Update: Please read this update on my experience before using the technique in this article.
Update: See the drush implementation of this approach in the comment below.
DamZ taught me a great new piece of git trivia today. You can use a local repository as a kind of cache for a git clone.
Let's create a reference repository for Drupal (and it will be bare, because we don't need any files checked out)
git clone --mirror git://git.drupal.org/project/drupal.git ~/gitcaches/drupal.reference
That makes a complete clone of Drupal's full history in ~/gitcaches/drupal.reference
Now when I need to clone the Drupal project's entire history (as I might do often in testing) I can
git clone --reference ~/gitcaches/drupal.reference git://git.drupal.org/project/drupal.git
And the clone time is on the order of 2 seconds instead of several minutes. And yes, it picks up new changes that may have happened in the real remote repository.
To go beyond this (again from DamZ) we can have a reference repository that has many projects referenced within it.
mkdir -p ~/gitcaches/reference
cd ~/gitcaches/reference
git init --bare
for repo in drupal views cck examples panels # whatever you want here
do
git remote add $repo git://git.drupal.org/project/$repo.git
done
git fetch --all
Now I have just one big bare repo that I can use as a cache. I might update it from time to time with git fetch --all. But I don't have to. And I can use it like this:
cd /tmp
git clone --reference ~/gitcaches/reference git://git.drupal.org/project/drupal.git
git clone --reference ~/gitcaches/reference git://git.drupal.org/project/examples.git
We'll try to use this technique for the testbots, which do several clean checkouts per patch tested, as it should speed them up by at least a minute per test.
Edit: Here is the version that I used with the testbots, as it appears as a gist:
[gist:843423]
Comments
Damien Tournoud (not verified)
Mon, 2011-02-21 04:08
Permalink
Adding a new repository can be slow
Adding a new repository to the cache can be slow, because on the first fetch Git will try to determine if it has any revision in common with the remote repository, and the only way to do that is to send out the list of *all* the commits in the local repository.
The trick to workaround this is to clone to an empty repository first, and to fetch from there into the cache repository.

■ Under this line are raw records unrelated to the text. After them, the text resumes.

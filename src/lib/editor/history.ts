// Undo history: the current document plus the commands that led to it (undo reverts the last, redo re-applies it).
import type { Command } from './commands';
import type { EditorDoc } from './document';

export class History {
  private done: Command[] = [];
  private undone: Command[] = [];
  /** Counts every change (do, undo, redo) so views can tell documents apart cheaply. */
  revision = 0;

  constructor(public doc: EditorDoc, private readonly limit = 500) {}

  /** Applies a command and records it; clears the redo list. Returns the new document. */
  execute(command: Command): EditorDoc {
    this.doc = command.apply(this.doc);
    this.done.push(command);
    if (this.done.length > this.limit) this.done.shift();
    this.undone = [];
    this.revision++;
    return this.doc;
  }

  undo(): Command | null {
    const c = this.done.pop();
    if (!c) return null;
    this.doc = c.revert(this.doc);
    this.undone.push(c);
    this.revision++;
    return c;
  }

  redo(): Command | null {
    const c = this.undone.pop();
    if (!c) return null;
    this.doc = c.apply(this.doc);
    this.done.push(c);
    this.revision++;
    return c;
  }

  get canUndo(): boolean { return this.done.length > 0; }
  get canRedo(): boolean { return this.undone.length > 0; }
  /** Label of the command undo would revert. */
  get undoLabel(): string | null { return this.done.at(-1)?.label ?? null; }
  get redoLabel(): string | null { return this.undone.at(-1)?.label ?? null; }
}
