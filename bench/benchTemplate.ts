/**
 * The analytic template the factor benchmarks read: an Nside-N float32 RING
 * map written once by scripts/make_bench_template.py (healpy) into bench/data/
 * (gitignored), shared by bench/factors.ts and bench/peakMemory.ts.
 */
import { execFileSync } from 'node:child_process';
import { existsSync, mkdirSync } from 'node:fs';
import { dirname, join, resolve } from 'node:path';
import { fileURLToPath } from 'node:url';

const HERE = dirname(fileURLToPath(import.meta.url));
const ROOT = resolve(HERE, '..');
const DATA = join(HERE, 'data');

/** Path of the benchmark template at an Nside (the file may not exist yet). */
export function benchTemplatePath(nside: number): string {
  return join(DATA, `factor-template-${nside}.fits`);
}

/** Writes the benchmark template with healpy unless it exists; returns its path. */
export function ensureBenchTemplate(nside: number): string {
  const path = benchTemplatePath(nside);
  if (!existsSync(path)) {
    mkdirSync(DATA, { recursive: true });
    console.log(`generating ${path} with healpy (one-off, ${(12 * nside * nside * 4 / 1e6).toFixed(0)} MB)...`);
    execFileSync('/usr/bin/python3', [join(ROOT, 'scripts/make_bench_template.py'), path, String(nside)], { stdio: 'inherit' });
  }
  return path;
}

Here is a simple bash script that automate this process. Execute with
import.sh [remote name] [remote url]when inside the cache repository:#!/bin/bash
set -ex
# Create a temporary directory.
TEMPDIR=`mktemp -d`
trap "rm -Rf $TEMPDIR" EXIT
# First clone the directory separately.
git clone $2 $TEMPDIR
# Then fetch from the temporary dir into our main repo.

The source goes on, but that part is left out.